As previously mentioned, research over the last several decades has revealed that birds are smarter than we once gave them credit for — some even use their smarts to cheat on their partners, but who are we to judge? That was particularly surprising because they exhibit complex cognition while having brains which are smaller than similarly adept mammals. A study published in 2016 went some of the way toward solving this mystery when they discovered that some birds have twice as many neurons as primate brains of similar mass. While that answered some questions, it opened up some new ones which the team at Ruhr University set out to address.

Neurons aren’t energetically cheap. The human brain uses about 20% of the body’s total energy budget despite making up only about 2% of the mass. Given their high energy costs and the high density of neurons in the bird brain, researchers wondered how they manage to pack such an impressive cognitive punch without running out of fuel.

To find out, scientists imaged the brains of pigeons and created models to calculate how much glucose they consumed. Surprisingly, they found that the neurons in a bird’s brain use about a third of the energy as their mammalian companions, pound for pound.
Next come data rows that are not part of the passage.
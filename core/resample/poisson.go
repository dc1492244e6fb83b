package resample

import "math"

// poissons draw how many people a resample has of each score, nearly: a
// Poisson number for each, together a few less than the n that are wanted.
// Given how many they come to, Poisson numbers are multinomial; with the
// people still missing drawn one by one, and a draw of more than n thrown
// away, all n are exactly so. That takes one random number for each score and
// about shortBy·√n for people, instead of n.
//
// Each number comes from an alias table (Walker 1977, filled as by Vose 1991),
// whose probabilities are right to 2⁻³².
type poissons struct {
	scores  []aliasTable
	columns []aliasColumn // of all tables
}

// aliasTable is one score's: 2ᵏ columns from first on, of numbers from least on.
type aliasTable struct {
	first, mask uint32
	least       int32
}

// aliasColumn is its own number, or, where 32 random bits are at or above the
// threshold, the alias.
type aliasColumn struct {
	threshold uint32
	alias     uint32
}

// shortBy is how many SDs fewer than n the Poisson numbers are together, so
// that they are more than n once in 700 draws.
const shortBy = 3

// newPoissons makes the tables for these counts.
func newPoissons(counts []int, n int) *poissons {
	p := &poissons{}
	part := 1 - shortBy/math.Sqrt(float64(n))
	for _, count := range counts {
		p.add(float64(count) * part)
	}
	return p
}

// add adds the table of a Poisson distribution. Its probabilities come from
// ratios of neighbours alone, which every platform computes alike.
func (p *poissons) add(mean float64) {
	const negligible = 1e-14
	mode := int(mean)
	var below []float64 // from the mode down
	for w, k := 1.0, mode; w > negligible && k >= 0; k-- {
		below = append(below, w)
		w *= float64(k) / mean
	}
	least := mode - len(below) + 1
	var weights []float64
	for i := range below {
		weights = append(weights, below[len(below)-1-i])
	}
	for w, k := mean/float64(mode+1), mode+1; w > negligible; k++ {
		weights = append(weights, w)
		w *= mean / float64(k+1)
	}
	size := 1
	for size < len(weights) {
		size *= 2
	}
	p.scores = append(p.scores, aliasTable{uint32(len(p.columns)), uint32(size - 1), int32(least)})
	p.columns = append(p.columns, aliasColumns(weights, size)...)
}

// aliasColumns are the columns of a table of so many, at least as many as
// there are weights.
func aliasColumns(weights []float64, size int) []aliasColumn {
	total := 0.0
	for _, w := range weights {
		total += w
	}
	filled := make([]float64, size) // of each column, by its own number; 1 is full
	columns := make([]aliasColumn, size)
	var small, large []int
	for i := range filled {
		if i < len(weights) {
			filled[i] = weights[i] * float64(size) / total
		}
		if filled[i] < 1 {
			small = append(small, i)
		} else {
			large = append(large, i)
		}
		columns[i] = aliasColumn{math.MaxUint32, uint32(i)}
	}
	for len(small) > 0 && len(large) > 0 {
		short, long := small[len(small)-1], large[len(large)-1]
		small = small[:len(small)-1]
		columns[short] = aliasColumn{uint32(filled[short] * (1 << 32)), uint32(long)}
		filled[long] -= 1 - filled[short]
		if filled[long] < 1 {
			large = large[:len(large)-1]
			small = append(small, long)
		}
	}
	return columns
}

// draw fills into and returns how many people that are.
func (p *poissons) draw(r *stream, into []int32) int {
	state := *r
	var random uint64
	people := 0
	for i := range p.scores {
		table := &p.scores[i]
		random, state = state.next()
		number := uint32(random) & table.mask
		if column := p.columns[table.first+number]; uint32(random>>32) >= column.threshold {
			number = column.alias
		}
		into[i] = table.least + int32(number)
		people += int(into[i])
	}
	*r = state
	return people
}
It’s as if birds stumbled into the brain store when they were having a particularly good sale and birds decided to take advantage of the cost savings and buy neurons in bulk.

Part of the energy savings could come from the difference in relative size of their neurons, but scientists noted it wasn’t enough to explain the complete cost disparity. Other contributing factors could include the specific layout of the brain and a bird’s relatively high body temperature. Pigeon body temperature sits at about 105 Fahrenheit or 40 Celsius, when resting. That higher temperature, as compared to mammals, could help in energy efficiency of the brain.

These findings could change our understanding of how brain size and intelligence evolve. We had previously thought that the energy budget of neurons was more or less static. As such, it places a sort of upper limit on the number of neurons an organism can support. Each additional neuron carries a cost which must be paid by the organism on the whole. Any increase in neurons can only be supported if it results in enough added intelligence to support the higher energy cost. Otherwise, the animal will starve. An animal could quite literally be too smart to live.

The composition of bird brains offers an alternative. It shows that energy costs aren’t necessarily static, and you can pack in more neurons not by making the brain larger but by making them more efficient. If our brains were as efficient as a bird, we’d be able to pack in twice the number of neurons at a fraction of the cost. Turns out, “bird brain” might actually be a compliment.